# Long Tube Headers.. decisions



## GTO629 (May 12, 2010)

I am definately getting ready to purchace a set of Long Tube Headers for my 05 GTO. I've done a lot of searching and reading about each one. One that I found but haven't heard much about are Dynatech. They look very nice and aren't as overpriced on marylanspeed as they are on some other sites. I'm alos considering going with Stainless Works. 

I don't think the Pacesetter Jet Hot Coated are bad for the price but I want some mid pipes with cats and for some wierd reason Pacesetter doesn't offer them still and probably never will. I'm sure they can be welded in by a muffler shop though. 

Which do you guys think are best? I don't know much about the Dynatech so I'm definately anxious to see if anyone here has them installed or knows a little about them. Are they true long tubes or no?

Thanks:seeya


----------



## 87GN06GTO07IRL (Aug 10, 2009)

Why are you not interested in Kooks? Highest quality imo.


----------



## The Detailer (Nov 1, 2009)

Kook's are some nice pieces, I have the SLP's with HF Cats, X-pipe and LM-1's since the car was new, Been very happy with them.


----------



## heyman (Jan 15, 2010)

American Racing,


----------



## jpalamar (Jul 22, 2008)

Pacesetter doesn't make catted mids because long tubes aren't street legal... not that many inspectino places have a problem if you have the cats, but that pretty much why.


----------



## dustyminpin (Jun 19, 2006)

I got Kooks signature series stepped headers along with their catted connecting pipes. They are the most expensive of the headers (that I'm aware of) but they also give the best results at the dyno, down low torque and top end hp. Stainless works and dynotech are both good headers. I saw a gto at a cruise in with stainless works and if I didn't already have the kooks I would consider putting them on.


----------



## motoristx (Apr 27, 2010)

:agree :cheers

i'm putting just shy of 500 N/A RWHP down on the dyno, i have Kooks. i love them, worth every penny, even if you have to wait an extra month's pay!


----------



## jpalamar (Jul 22, 2008)

motoristx said:


> :agree :cheers
> 
> i'm putting just shy of 500 N/A RWHP down on the dyno, i have Kooks. i love them, worth every penny, even if you have to wait an extra month's pay!

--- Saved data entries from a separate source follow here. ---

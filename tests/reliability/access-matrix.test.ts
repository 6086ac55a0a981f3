// Every route of the router, enumerated from createApp().routes, against seven callers. A route that
// is added without a row here fails the test, so every new route gets a decided answer per caller.
// Bodies are valid where a route needs one: the answer shows the access decision, not validation.
import { afterAll, beforeAll, describe, expect, test } from 'vitest';
import supertest from 'supertest';
import sharp from 'sharp';
import { randomUUID } from 'node:crypto';
import { eq } from 'drizzle-orm';
import { createTestApp, DEMO, DEMO_PASSWORD, ORIGIN, type TestApp } from '../setup/test-app';
import { addOtherOrg, OTHER_DIRECTOR, OTHER_PASSWORD } from '../setup/other-org';
import { stripByLabel, venueIds } from '../api/testing-helpers';
import { syntheticTdrTrace } from '../setup/synthetic-trace';
import { DEFAULT_LIMIT_PROFILE } from '../../shared/domain/limits';
import * as s from '../../server/db/schema';
import type { RouteSpec } from '../../server/http/api-router';

/** The routes createApp() declares (Express's own typing of app.routes would hide their type). */
const routesOf = (app: TestApp): RouteSpec[] => (app.app as unknown as { routes: RouteSpec[] }).routes;

type Agent = ReturnType<typeof supertest.agent>;
const ACTORS = ['anonymous', 'techAssigned', 'techNotAssigned', 'director', 'otherOrgDirector', 'organiser', 'admin'] as const;
type Actor = (typeof ACTORS)[number];
/** One expected status per actor, in the order of ACTORS. */
type Expect = [number, number, number, number, number, number, number];

interface Ctx {
  hall: string;
  annex: string;
  eventId: string;
  stripId: string;
  stepId: string;
  positionId: string;
  spareStripId: string;
  spareStepId: string;
  sparePositionId: string;
  /** An untested position added to the spare strip in the setup, for DELETE /api/positions/:id. */
  removablePositionId: string;
  faultId: string;
  /** An open incident of the hall, opened by its director in the setup. */
  incidentId: string;
  /** An open fault of the hall opened by hand in the setup, for its director to dismiss. */
  dismissableFaultId: string;
  readingId: string;
  repairId: string;
  equipmentId: string;
  /** That item's asset tag, for GET /api/tags/:tag. */
  assetTag: string;
  profileId: string;
  profileCopyId: string;
  attachmentId: string;
  traceAttachmentId: string;
  userId: string;
  samId: string;
  mailId: string;
  certificate: string;
  /** Strip certificates kept for revocation, one per caller allowed to revoke. */
  revocable: string[];
  certificatePdf: Buffer;
  png: Buffer;
  /** A different picture per caller: the same file twice is recognised and answered 200. */
  pngs: Record<Actor, Buffer>;
  trace: string;
}

interface Row {
  route: string;
  path: (c: Ctx, a: Actor) => string;
  expect: Expect;
  /** For a batch answered 200: the status of the reading inside, per actor (the check per object). */
  results?: Expect;
  body?: (c: Ctx, a: Actor) => unknown;
  attach?: (c: Ctx, a: Actor) => { field: string; data: Buffer; filename: string; fields?: Record<string, string> };
  text?: (c: Ctx) => { type: string; data: string };
  headers?: (c: Ctx, a: Actor) => Promise<Record<string, string>>;
  /** The object lives in the Annex: there Lee is the assigned technician and Sam is not. */
  annex?: boolean;
  /** The request ends or replaces the caller's session: use a session (or a cookie jar) of its own. */
  fresh?: boolean;
}

const id = () => randomUUID();
// The shapes of answer, per actor: A anonymous, T assigned technician, U technician not assigned,
// D director of the event, X director of another organisation, O organiser, M admin.
const ALL_OK = (code: number): Expect => [code, code, code, code, code, code, code];
const SIGNED_IN = (code: number): Expect => [401, code, code, code, code, code, code];
const READ_VENUE = (code = 200): Expect => [401, code, 403, code, 404, code, code];
const TEST_VENUE = (code: number): Expect => [401, code, 403, code, 404, 403, 403];
const PLAN_VENUE = (code: number): Expect => [401, 403, 403, code, 404, 403, 403];
const ADMIN_ONLY = (code: number): Expect => [401, 403, 403, 403, 403, 403, code];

$800 extra to me isn't worth it for 5-7more HP.


----------



## svede1212 (Nov 1, 2005)

I'll agree that the ones you can get a good price on and comparing if they are stainless or not vs how long you plan to keep the car should be the determining factor. I got my SLPs with race pipes for about $900 4 years ago on a sale. I think having them coated is a significant advantage with any one you choose as they help a tiny amount with keeping flow going but more importantly keep engine bay temps down. Seeing as the SLPs came coated vs Kooks which were about $1,400 coated at the time the decision was made for me and I've been happy. The price of SLPs since then have gone up and regular coated Kooks have gone down so they're only a couple of hundred different now. The stepped, coated Kooks are over $1,500 and unless you don't care about money aren't worth it to weekend/street racers


----------



## Poncho Dan (Jun 30, 2009)

I really would like a set of the stepped Kooks, but yah, $1400 is a lot, even if they are the best... a couple hundred more and I could get some sweet heads. But they are for sure a "fire & forget" header, supporting future mods just as well as 1 7/8 primaries.


----------



## GTO629 (May 12, 2010)

I think I'm going to end up going with Kooks. I've heard nothing but great things about them. I think the only one Ive heard as many good things about are ARH but I'm having trouble finding a set for under $1400-1500. Found a coated set of kooks and catted mids for $1100. 1 3/4


----------



## KyleGT05usmc (Feb 28, 2009)

Just from experience the Kooks are awesome headers. my buddy has slp on his 06 and is just as happy with those. 
i would just suggest steering clear of the cheap headers that are made of lesser quality metals, no sense putting the labor hours to install and having them start to rust up after the first year. 
Kooks, SLP, Stainless, AR you should be happy with and they'll look great and give you power. 

I would also suggest a tune, I'm on my way to get one soon.


----------